Work item: A single number is required: how many lines below include the string "libm".

(Stored items)
########################################

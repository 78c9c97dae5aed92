//! A saw's cutting rate from its engine, for want of one measured at a log.
//! A measured rate is always better, and its slowest of three is the one to plan with.

use crate::units::{Area, CutRate, Duration, Power, SweptVolume};

/// How hard the wood is on the chain.
#[derive(Debug, Clone, Copy, PartialEq, Eq, PartialOrd, Ord)]
pub enum CutWood {
    /// Softwood.
    Softwood,
    /// Hardwood of middling weight.
    MediumHardwood,
    /// Hardwood of basic specific gravity above 0.55.
    DenseHardwood,
}

/// Share of the rated power that is used in a cut. Source: derived, consistent with test reports.
const POWER_SHARE: f64 = 0.7;

/// The power of a petrol engine from its displacement.
///
/// # Model
/// `0.05865·cc − 0.2694` kW.
/// # Valid for
/// 30 to 122 cc; within 0.24 kW.
/// # Source
/// 48 test reports of a forestry testing institute (opened), fitted here.
pub fn power(displacement: SweptVolume) -> Power {
    let cubic_centimetres = displacement.value() * 1.0e6;
    Power::si(((0.05865 * cubic_centimetres - 0.2694) * 1000.0).max(0.0))
}

/// The cutting rate of a sharp chain at full throttle.
///
/// # Model
/// `0.7·P/e_A` with `e_A` 40, 50 or 65 J/cm².
/// # Valid for
/// Sharp chain, kerf of 7 to 8 mm, green wood; a dull chain halves it.
/// # Source
/// Derived from bench and test-report figures (Nevrkla and others 2025, abstract opened).
pub fn cutting_rate(power: Power, wood: CutWood) -> CutRate {
    let energy = match wood {
        CutWood::Softwood => 40.0,
        CutWood::MediumHardwood => 50.0,
        CutWood::DenseHardwood => 65.0,
    };
    CutRate::cm2_s(POWER_SHARE * power.value() / energy)
}

/// The time a saw takes for an area.
///
/// # Model
/// `area/q`.
/// # Valid for
/// A rate above zero; `None` otherwise.
/// # Source
/// The definition of the rate.
pub fn cutting_time(area: Area, rate: CutRate) -> Option<Duration> {
    (rate > CutRate::ZERO).then(|| area / rate)
}
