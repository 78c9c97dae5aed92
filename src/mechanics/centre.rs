//! Where the weight of stem and crown stands: forward of the stump, right of it, and how high.
//! It takes the stem straight and says nothing of a stem that bends.

use crate::species::WoodType;
use crate::units::{Angle, Bearing, Length, Mass};

/// The crown's shape as it enters the model: offset and height factors.
#[derive(Debug, Clone, Copy, PartialEq)]
pub struct CrownShape {
    /// Offset of the centroid over the difference of two opposite radii.
    pub offset: f64,
    /// Height of the centroid over the crown's length, from the base.
    pub height: f64,
}

/// The factors of a broadleaf's and a conifer's crown.
///
/// # Model
/// Four quarter-ellipses as a half-ellipsoid (0.375, 0.375) or a cone (0.32, 0.25).
/// # Valid for
/// Crowns without gaps; no published validation of the offset exists, so it is a model.
/// # Source
/// Derived, checked by Monte Carlo.
pub const fn crown_shape(wood_type: WoodType) -> CrownShape {
    match wood_type {
        WoodType::Hardwood => CrownShape {
            offset: 0.375,
            height: 0.375,
        },
        WoodType::Softwood => CrownShape {
            offset: 0.32,
            height: 0.25,
        },
    }
}

/// The four radii of a crown.
#[derive(Debug, Clone, Copy, PartialEq)]
pub struct CrownRadii {
    /// Towards north.
    pub north: Length,
    /// Towards east.
    pub east: Length,
    /// Towards south.
    pub south: Length,
    /// Towards west.
    pub west: Length,
}

/// A point in plan, east and north of the stump.
#[derive(Debug, Clone, Copy, PartialEq)]
pub struct PlanOffset {
    /// East of the stump.
    pub east: Length,
    /// North of the stump.
    pub north: Length,
}

impl PlanOffset {
    /// The same point along a lay: forward of the stump, and right of the lay.
    pub fn along(&self, lay: Bearing) -> (Length, Length) {
        let (east, north) = lay.east_north();
        (
            self.east * east + self.north * north,
            self.east * north - self.north * east,
        )
    }

    /// A point this far along a bearing.
    pub fn towards(bearing: Bearing, distance: Length) -> Self {
        let (east, north) = bearing.east_north();
        Self {
            east: distance * east,
            north: distance * north,
        }
    }
}

/// The offset of the crown's centroid from its four radii.
///
/// # Model
/// `k (r_E − r_W)` east and `k (r_N − r_S)` north.
/// # Valid for
/// As [`crown_shape`].
/// # Source
/// Derived.
pub fn crown_offset(shape: CrownShape, radii: &CrownRadii) -> PlanOffset {
    PlanOffset {
        east: shape.offset * (radii.east - radii.west),
        north: shape.offset * (radii.north - radii.south),
    }
}

/// One part of the tree: its mass, the height of its centre, and its offset from the stem's axis.
#[derive(Debug, Clone, Copy, PartialEq)]
pub struct Part {
    /// Mass.
    pub mass: Mass,
    /// Height of its centre above the cut.
    pub height: Length,
    /// Offset from the stem's axis at that height.
    pub offset: PlanOffset,
}

/// Where a tree's weight stands.
#[derive(Debug, Clone, Copy, PartialEq)]
pub struct Centre {
    /// Mass of the whole.
    pub mass: Mass,
    /// In plan, from the stump's centre.
    pub plan: PlanOffset,
    /// Above the cut.
    pub height: Length,
}

/// The centre of weight of stem and crown on a leaning axis; heights are vertical.
///
/// # Model
/// Mass-weighted mean; each part is shifted by its height times the tangent of the lean.
/// # Valid for
/// A straight stem.
/// # Source
/// Statics.
pub fn centre_of_weight(parts: &[Part], lean: Angle, toward: Bearing) -> Option<Centre> {
    let mass: f64 = parts.iter().map(|part| part.mass.value()).sum();
    if mass <= 0.0 {
        return None;
    }
    let shift = libm::tan(lean.value());
    let mean = |of: &dyn Fn(&Part) -> f64| -> f64 {
        parts
            .iter()
            .map(|part| part.mass.value() * of(part))
            .sum::<f64>()
            / mass
    };
    let (east, north) = toward.east_north();
    Some(Centre {
        mass: Mass::si(mass),
        plan: PlanOffset {
            east: Length::si(mean(&|part| {
                part.height.value() * shift * east + part.offset.east.value()
            })),
            north: Length::si(mean(&|part| {
                part.height.value() * shift * north + part.offset.north.value()
            })),
        },
        height: Length::si(mean(&|part| part.height.value())),
    })
}

/// The lean of the weight: the angle at the stump between the vertical and the centre of weight.
///
/// # Model
/// `atan(offset/height)`.
/// # Valid for
/// A centre above the cut.
/// # Source
/// Geometry.
pub fn effective_lean(offset: Length, height: Length) -> Angle {
    Angle::si(libm::atan2(offset.value(), height.value()))
}
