//! The wind on a crown. It takes no shelter and no gust: the speed given is the speed used.

use crate::mechanics::centre::CrownRadii;
use crate::species::WoodType;
use crate::units::{Area, Force, Length, Speed};

/// Density of air at 15 °C and sea level, kg/m³. Source: the standard atmosphere.
pub const AIR_DENSITY: f64 = 1.225;

/// Whether a broadleaf's crown carries leaves.
#[derive(Debug, Clone, Copy, PartialEq, Eq, PartialOrd, Ord)]
pub enum Leaf {
    /// In leaf; a conifer always.
    InLeaf,
    /// Leafless.
    Bare,
}

/// The drag coefficient at felling winds, on the still-air area.
///
/// # Model
/// Conifers 0.6, broadleaves 0.4 in leaf and 0.2 bare.
/// # Valid for
/// Below 11 m/s; wind-tunnel values at 20 m/s are lower (0.15 to 0.47).
/// # Source
/// Our judgement above Rudnicki and others 2004 and Vollsinger and others 2005 (abstracts opened).
pub const fn drag_coefficient(wood_type: WoodType, leaf: Leaf) -> f64 {
    match (wood_type, leaf) {
        (WoodType::Softwood, Leaf::InLeaf | Leaf::Bare) => 0.6,
        (WoodType::Hardwood, Leaf::InLeaf) => 0.4,
        (WoodType::Hardwood, Leaf::Bare) => 0.2,
    }
}

/// The area a crown shows to the wind in still air.
///
/// # Model
/// Mean width times length, times π/4 for a broadleaf (an oval) and ½ for a conifer (a triangle).
/// # Valid for
/// Crowns without gaps.
/// # Source
/// Geometry.
pub fn frontal_area(wood_type: WoodType, radii: &CrownRadii, length: Length) -> Area {
    let width = 0.5 * (radii.north + radii.east + radii.south + radii.west);
    let shape = match wood_type {
        WoodType::Hardwood => std::f64::consts::FRAC_PI_4,
        WoodType::Softwood => 0.5,
    };
    Area::si(shape * (width * length).value())
}

/// The drag on an area.
///
/// # Model
/// `½ ρ C_d A U²`.
/// # Valid for
/// Steady wind.
/// # Source
/// Cullen 2005, Arboriculture and Urban Forestry 31(3) (abstract opened).
pub fn drag(coefficient: f64, area: Area, wind: Speed) -> Force {
    Force::si(0.5 * AIR_DENSITY * coefficient * area.value() * wind.value() * wind.value())
}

########################################

Answer for this exercise: 2